- [Directions] Show the lines below that contain the string "pipeline".

- [Excerpted records]
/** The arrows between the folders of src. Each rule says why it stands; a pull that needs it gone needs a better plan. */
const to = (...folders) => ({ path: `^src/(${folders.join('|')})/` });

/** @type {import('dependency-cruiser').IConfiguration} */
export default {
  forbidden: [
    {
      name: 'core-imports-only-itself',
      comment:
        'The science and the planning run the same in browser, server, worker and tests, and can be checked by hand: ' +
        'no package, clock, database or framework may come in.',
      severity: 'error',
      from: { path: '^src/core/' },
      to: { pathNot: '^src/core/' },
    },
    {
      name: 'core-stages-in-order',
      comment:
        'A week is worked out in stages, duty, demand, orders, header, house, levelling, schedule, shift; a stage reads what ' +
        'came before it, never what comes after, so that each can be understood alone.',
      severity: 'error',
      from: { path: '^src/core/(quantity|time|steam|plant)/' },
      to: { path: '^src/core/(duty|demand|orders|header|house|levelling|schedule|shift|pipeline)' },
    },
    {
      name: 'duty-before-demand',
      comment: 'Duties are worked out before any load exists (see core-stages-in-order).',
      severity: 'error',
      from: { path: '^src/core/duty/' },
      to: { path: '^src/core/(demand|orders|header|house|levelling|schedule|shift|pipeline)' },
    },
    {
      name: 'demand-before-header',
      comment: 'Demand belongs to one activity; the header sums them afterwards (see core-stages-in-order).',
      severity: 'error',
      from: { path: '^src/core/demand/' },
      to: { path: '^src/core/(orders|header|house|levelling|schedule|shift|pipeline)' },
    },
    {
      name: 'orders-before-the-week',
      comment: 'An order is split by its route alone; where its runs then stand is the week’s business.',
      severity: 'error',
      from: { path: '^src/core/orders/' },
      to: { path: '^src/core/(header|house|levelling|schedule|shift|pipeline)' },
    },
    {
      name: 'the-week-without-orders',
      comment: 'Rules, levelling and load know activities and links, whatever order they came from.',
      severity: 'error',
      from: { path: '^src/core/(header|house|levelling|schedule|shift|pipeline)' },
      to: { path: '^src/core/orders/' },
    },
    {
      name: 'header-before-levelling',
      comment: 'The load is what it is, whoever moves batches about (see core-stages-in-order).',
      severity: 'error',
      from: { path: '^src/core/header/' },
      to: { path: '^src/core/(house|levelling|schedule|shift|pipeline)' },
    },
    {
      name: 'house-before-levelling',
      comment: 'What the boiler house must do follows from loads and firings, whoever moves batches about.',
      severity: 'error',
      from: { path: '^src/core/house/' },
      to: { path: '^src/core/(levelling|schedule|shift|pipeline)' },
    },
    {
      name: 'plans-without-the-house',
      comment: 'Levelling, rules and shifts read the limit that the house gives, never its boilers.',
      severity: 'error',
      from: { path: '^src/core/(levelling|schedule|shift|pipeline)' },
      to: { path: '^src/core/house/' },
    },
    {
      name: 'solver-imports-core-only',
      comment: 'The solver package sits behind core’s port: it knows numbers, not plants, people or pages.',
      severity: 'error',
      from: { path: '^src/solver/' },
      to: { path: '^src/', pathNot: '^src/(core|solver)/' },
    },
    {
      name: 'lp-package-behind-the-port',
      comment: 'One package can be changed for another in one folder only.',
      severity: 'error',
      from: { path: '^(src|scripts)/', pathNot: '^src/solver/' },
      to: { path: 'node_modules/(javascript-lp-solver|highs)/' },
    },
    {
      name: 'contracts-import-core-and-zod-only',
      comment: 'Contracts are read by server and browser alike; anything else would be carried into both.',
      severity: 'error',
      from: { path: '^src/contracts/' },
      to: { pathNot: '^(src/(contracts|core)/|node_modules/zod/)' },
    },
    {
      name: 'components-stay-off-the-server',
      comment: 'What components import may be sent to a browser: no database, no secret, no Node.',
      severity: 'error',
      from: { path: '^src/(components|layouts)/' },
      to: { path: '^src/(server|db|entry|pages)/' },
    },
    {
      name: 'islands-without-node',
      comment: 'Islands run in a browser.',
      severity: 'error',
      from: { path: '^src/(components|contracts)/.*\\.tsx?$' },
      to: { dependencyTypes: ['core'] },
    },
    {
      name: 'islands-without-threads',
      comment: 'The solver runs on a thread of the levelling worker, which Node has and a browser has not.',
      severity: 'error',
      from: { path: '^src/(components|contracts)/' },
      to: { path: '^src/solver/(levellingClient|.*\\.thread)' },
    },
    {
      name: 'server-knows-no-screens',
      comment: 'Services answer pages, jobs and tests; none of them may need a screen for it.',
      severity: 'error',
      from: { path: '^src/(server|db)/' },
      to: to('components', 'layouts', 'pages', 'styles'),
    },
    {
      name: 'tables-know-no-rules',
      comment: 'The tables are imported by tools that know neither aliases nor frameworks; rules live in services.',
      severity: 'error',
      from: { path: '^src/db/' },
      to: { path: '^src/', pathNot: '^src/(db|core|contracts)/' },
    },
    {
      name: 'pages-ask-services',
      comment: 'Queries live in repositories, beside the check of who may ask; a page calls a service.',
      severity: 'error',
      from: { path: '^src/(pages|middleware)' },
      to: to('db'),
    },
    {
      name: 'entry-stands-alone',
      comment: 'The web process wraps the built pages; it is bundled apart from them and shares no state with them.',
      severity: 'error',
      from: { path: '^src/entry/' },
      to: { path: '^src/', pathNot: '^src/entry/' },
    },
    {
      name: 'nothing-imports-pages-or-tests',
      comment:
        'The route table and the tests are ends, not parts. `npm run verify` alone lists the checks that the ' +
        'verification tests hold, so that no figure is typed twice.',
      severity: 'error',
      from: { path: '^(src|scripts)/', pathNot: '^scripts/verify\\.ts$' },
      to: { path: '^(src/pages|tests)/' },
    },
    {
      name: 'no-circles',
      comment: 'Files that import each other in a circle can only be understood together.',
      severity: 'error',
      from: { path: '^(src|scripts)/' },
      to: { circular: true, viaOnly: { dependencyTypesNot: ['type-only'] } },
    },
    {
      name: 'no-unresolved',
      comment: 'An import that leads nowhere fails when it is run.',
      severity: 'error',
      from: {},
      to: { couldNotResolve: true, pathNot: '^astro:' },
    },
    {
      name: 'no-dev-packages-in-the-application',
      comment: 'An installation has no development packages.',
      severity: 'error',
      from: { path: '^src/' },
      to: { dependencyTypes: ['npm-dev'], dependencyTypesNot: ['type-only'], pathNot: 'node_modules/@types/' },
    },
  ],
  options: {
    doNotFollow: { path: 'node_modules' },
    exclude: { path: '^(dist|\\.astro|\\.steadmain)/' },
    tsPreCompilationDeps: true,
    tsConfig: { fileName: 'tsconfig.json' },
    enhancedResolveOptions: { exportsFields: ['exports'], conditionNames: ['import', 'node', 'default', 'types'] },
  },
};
...
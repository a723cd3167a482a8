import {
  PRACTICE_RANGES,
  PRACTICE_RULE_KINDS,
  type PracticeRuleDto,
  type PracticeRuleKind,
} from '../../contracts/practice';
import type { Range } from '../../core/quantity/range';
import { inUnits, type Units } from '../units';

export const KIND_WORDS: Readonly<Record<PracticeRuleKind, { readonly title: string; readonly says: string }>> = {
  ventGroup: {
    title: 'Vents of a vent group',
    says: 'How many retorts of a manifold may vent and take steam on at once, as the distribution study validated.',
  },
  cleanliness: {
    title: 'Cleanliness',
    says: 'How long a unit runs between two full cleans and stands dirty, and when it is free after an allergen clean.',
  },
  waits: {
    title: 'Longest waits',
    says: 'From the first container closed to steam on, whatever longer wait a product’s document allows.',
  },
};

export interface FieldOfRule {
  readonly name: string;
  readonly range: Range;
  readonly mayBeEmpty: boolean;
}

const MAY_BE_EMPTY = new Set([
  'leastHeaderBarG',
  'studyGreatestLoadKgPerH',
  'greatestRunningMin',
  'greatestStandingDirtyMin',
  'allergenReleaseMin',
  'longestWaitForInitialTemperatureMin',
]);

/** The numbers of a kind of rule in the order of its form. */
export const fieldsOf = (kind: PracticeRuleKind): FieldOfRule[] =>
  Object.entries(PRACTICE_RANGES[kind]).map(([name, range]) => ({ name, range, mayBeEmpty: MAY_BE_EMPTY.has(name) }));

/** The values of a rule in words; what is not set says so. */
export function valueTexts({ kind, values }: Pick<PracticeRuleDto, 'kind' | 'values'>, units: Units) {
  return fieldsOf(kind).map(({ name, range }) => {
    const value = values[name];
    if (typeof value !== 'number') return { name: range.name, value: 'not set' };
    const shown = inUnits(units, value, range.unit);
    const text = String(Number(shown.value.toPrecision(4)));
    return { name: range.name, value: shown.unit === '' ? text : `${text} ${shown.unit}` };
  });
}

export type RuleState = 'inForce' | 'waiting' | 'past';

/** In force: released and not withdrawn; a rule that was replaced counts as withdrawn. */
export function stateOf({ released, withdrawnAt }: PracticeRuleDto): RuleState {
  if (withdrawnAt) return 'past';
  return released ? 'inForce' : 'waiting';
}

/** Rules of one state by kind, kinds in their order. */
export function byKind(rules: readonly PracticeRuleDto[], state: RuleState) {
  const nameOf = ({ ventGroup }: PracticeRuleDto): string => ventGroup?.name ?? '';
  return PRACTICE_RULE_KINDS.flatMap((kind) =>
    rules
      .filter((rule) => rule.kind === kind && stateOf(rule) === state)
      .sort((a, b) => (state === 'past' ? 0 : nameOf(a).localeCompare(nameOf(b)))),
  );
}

- [Task output]
      to: { path: '^src/core/(duty|demand|orders|header|house|levelling|schedule|shift|pipeline)' },
      to: { path: '^src/core/(demand|orders|header|house|levelling|schedule|shift|pipeline)' },
      to: { path: '^src/core/(orders|header|house|levelling|schedule|shift|pipeline)' },
      to: { path: '^src/core/(header|house|levelling|schedule|shift|pipeline)' },
      from: { path: '^src/core/(header|house|levelling|schedule|shift|pipeline)' },
      to: { path: '^src/core/(house|levelling|schedule|shift|pipeline)' },
      to: { path: '^src/core/(levelling|schedule|shift|pipeline)' },
      from: { path: '^src/core/(levelling|schedule|shift|pipeline)' },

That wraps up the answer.